### [ABOUT THIS EXERCISE]
Return only the lines running from the top of the entries to the line with "Everything stored under", inclusive, exactly as written.

···

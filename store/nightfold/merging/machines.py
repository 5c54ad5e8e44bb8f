"""Merging one machine into another: a control program said `Heron` for a night, and the machine is `heron`.

Everything stored under the old name becomes the other machine's in one transaction, and the old name means that machine
from then on. Names are matched by name, sequences too; scans are folded again as if the shots had come late.
"""

from __future__ import annotations

from collections.abc import Iterable, Mapping
from dataclasses import dataclass, replace
from pathlib import Path
from typing import Any

from sqlalchemy import Connection, and_, delete, func, insert, select, update

from nightfold import tables
from nightfold.card import without_cloud
from nightfold.errors import MergeError
from nightfold.ledger.correcting import digests_before
from nightfold.ledger.deriving import release_derived
from nightfold.ledger.names import MachineNames, Names
from nightfold.ledger.rows import chunks
from nightfold.ledger.selecting import DOUBLE, find_machine
from nightfold.ledger.setting_aside import clean_reason
from nightfold.merging.objections import KINDS, find_objections
from nightfold.merging.rows import own_sets, point_to, rename_sets
from nightfold.merging.streams import Progress, fold_again, join_sequences, own_shots
from nightfold.merging.versions import join_versions
from nightfold.schema import copy_beside
from nightfold.sensors.keeping import Series, contradicted, keep_readings, load_hours
from nightfold.session import Session
from nightfold.timestamps import now_us

_TABLES = {"parameters": tables.parameter, "observables": tables.observable, "sensors": tables.sensor}


@dataclass(frozen=True, slots=True)
class MergeReport:
    """What was merged.

    Attributes
    ----------
    old, into : str
    shots : int
        Shots that were the old machine's.
    sequences, shared_sequences : int
        Its sequences, and how many of them the other machine had too.
    names, shared_names : int
        Its parameters, observables and sensors, and how many of them the other machine had too.
    doubles : int
        Shots that were there under both names; one of each two is set aside.
    scans : int
        Scans that its shots are in now.
    copy : Path or None
        The file as it was; None for a database.
    dry_run : bool
        Whether nothing was changed.
    """

    old: str
    into: str
    shots: int
    sequences: int
    shared_sequences: int
    names: int
    shared_names: int
    doubles: int
    scans: int
    copy: Path | None = None
    dry_run: bool = False


class _Undo(Exception):
    """Raised to leave a trial without a trace."""


def merge_machines(
    session: Session,
    old: str,
    into: str,
    *,
    reason: str,
    by: str | None = None,
    progress: Progress | None = None,
    dry_run: bool = False,
) -> MergeReport:
    """Make everything of one machine another's.

    Raises
    ------
    NotFound, MergeError, ValueError
        As `Store.merge_machines`.
    """
    reason = clean_reason("merge", reason)
    report, copy = None, None
    try:
        with session.writing() as connection:
            machines = _find_both(connection, old, into)
            if objections := find_objections(connection, *machines):
                raise MergeError(old, machines[1].name, objections)
            copy = None if dry_run or session.place.path is None else copy_beside(session, "merge")
            report = replace(_merge(connection, *machines, reason, by, progress), copy=copy, dry_run=dry_run)
            if dry_run:
                raise _Undo
    except _Undo:
        pass
    except BaseException:
        if copy is not None:
            copy.unlink(missing_ok=True)  # nothing was changed
        raise
    assert report is not None
    return report


def _find_both(connection: Connection, old: str, into: str) -> tuple[MachineNames, MachineNames]:
    names = Names()
    names.load(connection)
    found = (
        names.machines[find_machine(connection, old).name],
        names.machines[find_machine(connection, into).name],
    )
    if found[0].name != old:
        raise MergeError(old, into, [f"{old} is another name of {found[0].name} already"])
    if found[0] is found[1]:
        raise MergeError(old, into, ["these are the same machine"])
    return found


def _merge(
    connection: Connection,
    old: MachineNames,
    into: MachineNames,
    reason: str,
    by: str | None,
    progress: Progress | None,
) -> MergeReport:
    at_us = now_us()
    if into.card is not None and (wrong := release_derived(connection, old, into.card)):
        raise MergeError(old.name, into.name, wrong)
    doubles = _set_doubles_aside(connection, old, into, by, at_us)
    count, shots, labels = (
        _count_shots(connection, old.id),
        own_shots(connection, old.id),
        _labels(connection, old.id),
    )
    shared = {kind: getattr(old, kind).keys() & getattr(into, kind).keys() for kind in KINDS}
    sets = own_sets(connection, old.id)
    for name in shared["sensors"]:
        _move_hours(connection, old.sensors[name].id or 0, into.sensors[name].id or 0)
    for kind, table in _TABLES.items():
        _settle_units(connection, kind, old, into)
        ours, theirs = getattr(old, kind), getattr(into, kind)
        point_to(connection, table, {ours[name].id: theirs[name].id for name in shared[kind]})
        connection.execute(update(table).where(table.c.machine_id == old.id).values(machine_id=into.id))
    rename_sets(connection, sets, old.name, into.name)
    join_versions(connection, old, into)
    sequences = join_sequences(connection, old, into)
    _rename_notes(connection, old.name, into.name)
    _make_alias(connection, old, into, reason, by, at_us)
    fold_again(
        connection,
        into,
        {sequences[key]: rows for key, rows in shots.items()},
        {sequences[key]: found for key, found in labels.items()},
        progress,
    )
    return MergeReport(
        old=old.name,
        into=into.name,
        shots=count,
        sequences=len(old.sequences),
        shared_sequences=len(old.sequences.keys() & into.sequences.keys()),
        names=sum(len(getattr(old, kind)) for kind in KINDS),
        shared_names=sum(map(len, shared.values())),
        doubles=doubles,
        scans=_count_scans(connection, [row.id for rows in shots.values() for row in rows]),
    )


def _count_shots(connection: Connection, machine_id: int) -> int:
    shot, sequence = tables.shot, tables.sequence
    own = select(sequence.c.id).where(sequence.c.machine_id == machine_id)
    query = select(func.count()).select_from(shot).where(shot.c.sequence_id.in_(own))
    return int(connection.execute(query).scalar_one())


def _labels(connection: Connection, machine_id: int) -> dict[int, set[str]]:
    scan, sequence = tables.scan, tables.sequence
    query = select(scan.c.sequence_id, scan.c.label).join(sequence, sequence.c.id == scan.c.sequence_id)
    found: dict[int, set[str]] = {}
    for row in connection.execute(query.where(sequence.c.machine_id == machine_id, scan.c.label.isnot(None))):
        found.setdefault(row.sequence_id, set()).add(row.label)
    return found


def _count_scans(connection: Connection, shot_ids: Iterable[int]) -> int:
    shot = tables.shot
    found: set[int | None] = set()
    for part in chunks(list(shot_ids)):
        found.update(
            connection.execute(select(shot.c.scan_id).where(shot.c.id.in_(part)).distinct()).scalars()
        )
    return len(found - {None})


def _set_doubles_aside(
    connection: Connection, old: MachineNames, into: MachineNames, by: str | None, at_us: int
) -> int:
    """Set one of two shots aside that are the same: of one time, sequence and settings, as taken or as corrected.

    It is the one of the old machine, unless only that one was corrected.
    """
    ours, theirs = tables.shot.alias("ours"), tables.shot.alias("theirs")
    aside: dict[int, str] = {}
    for name in sorted(old.sequences.keys() & into.sequences.keys()):
        together = and_(
            theirs.c.started_us == ours.c.started_us, theirs.c.sequence_id == into.sequences[name]
        )
        query = select(
            ours.c.id, ours.c.uid, ours.c.values_digest,
            theirs.c.id.label("other"), theirs.c.uid.label("other_uid"), theirs.c.values_digest.label("other_digest"),
        ).join(theirs, together)  # fmt: skip
        for row in connection.execute(query.where(ours.c.sequence_id == old.sequences[name])).all():
            digests, other_digests = {bytes(row.values_digest)}, {bytes(row.other_digest)}
            if digests != other_digests:
                digests |= digests_before(connection, row.id)
                other_digests |= digests_before(connection, row.other)
            if len(digests) > 1 and len(other_digests) == 1 and other_digests <= digests:
                aside[row.other] = row.uid
            elif not digests.isdisjoint(other_digests):
                aside[row.id] = row.other_uid
    why = "the same shot as {}, taken under both names of " + into.name
    rows = [
        {"shot_id": key, "reason": why.format(uid), "by": by, "rule": DOUBLE, "at_us": at_us}
        for key, uid in aside.items()
    ]
    if rows:
        connection.execute(insert(tables.set_aside), rows)
    return len(rows)


def _settle_units(connection: Connection, kind: str, old: MachineNames, into: MachineNames) -> None:
    """Enter the units that names without one have from the other machine, its card, or another cloud."""
    table = _TABLES[kind]
    for machine in (old, into):
        for name, known in getattr(machine, kind).items():
            unit = _unit(kind, name, old, into)
            if known.unit is None and unit is not None and known.kind in ("number", "reading"):
                connection.execute(update(table).where(table.c.id == known.id).values(unit=unit))


def _unit(kind: str, name: str, old: MachineNames, into: MachineNames) -> str | None:
    known = [machine[name].unit for machine in (getattr(into, kind), getattr(old, kind)) if name in machine]
    if into.card is not None:
        entry = into.card.observable(name) if kind == "observables" else getattr(into.card, kind).get(name)
        known.append(entry.unit if entry else None)
    if kind == "observables":
        base = without_cloud(name)
        known += [into.cloud_units.get(base), old.cloud_units.get(base)]
    return next((unit for unit in known if unit is not None), None)


def _move_hours(connection: Connection, ours: int, theirs: int) -> None:
    """Bring the readings of one sensor into the hours of another; those that are there already are left out."""
    hour = tables.sensor_hour
    hours = select(hour.c.hour).where(hour.c.sensor_id == ours).order_by(hour.c.hour)
    for part in chunks(list(connection.execute(hours).scalars())):
        stored = load_hours(connection, theirs, part)
        moving = load_hours(connection, ours, part)
        fresh = [
            series.where(~contradicted(stored[key], series)[0]) if key in stored else series
            for key, series in moving.items()
        ]
        keep_readings(connection, theirs, stored, Series.joined(fresh))
        connection.execute(delete(hour).where(hour.c.sensor_id == ours, hour.c.hour.in_(part)))


def _rename_notes(connection: Connection, old: str, into: str) -> None:
    note = tables.note
    begin = f"night {old} "
    query = select(note.c.id, note.c.subject).where(note.c.subject.startswith(begin, autoescape=True))
    for row in connection.execute(query).all():
        night = row.subject.removeprefix(begin)
        if " " not in night:  # else it is that of another machine, whose name begins so
            this = note.c.id == row.id
            connection.execute(update(note).where(this).values(subject=f"night {into} {night}"))


def _make_alias(
    connection: Connection, old: MachineNames, into: MachineNames, reason: str, by: str | None, at_us: int
) -> None:
    """Let the old name mean the other machine, and remove the machine that is now without anything."""
    row: Mapping[str, Any] = {
        "name": old.name,
        "machine_id": into.id,
        "by": by,
        "reason": reason,
        "at_us": at_us,
    }
    for table in (tables.machine_alias, tables.card):
        connection.execute(update(table).where(table.c.machine_id == old.id).values(machine_id=into.id))
    connection.execute(insert(tables.machine_alias).values(**row))
    connection.execute(delete(tables.machine).where(tables.machine.c.id == old.id))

···

### [YOUR RESPONSE]
filename store/nightfold/merging/machines.py
repository 5c54ad5e8e44bb8f
"""Merging one machine into another: a control program said `Heron` for a night, and the machine is `heron`.

Everything stored under the old name becomes the other machine's in one transaction, and the old name means that machine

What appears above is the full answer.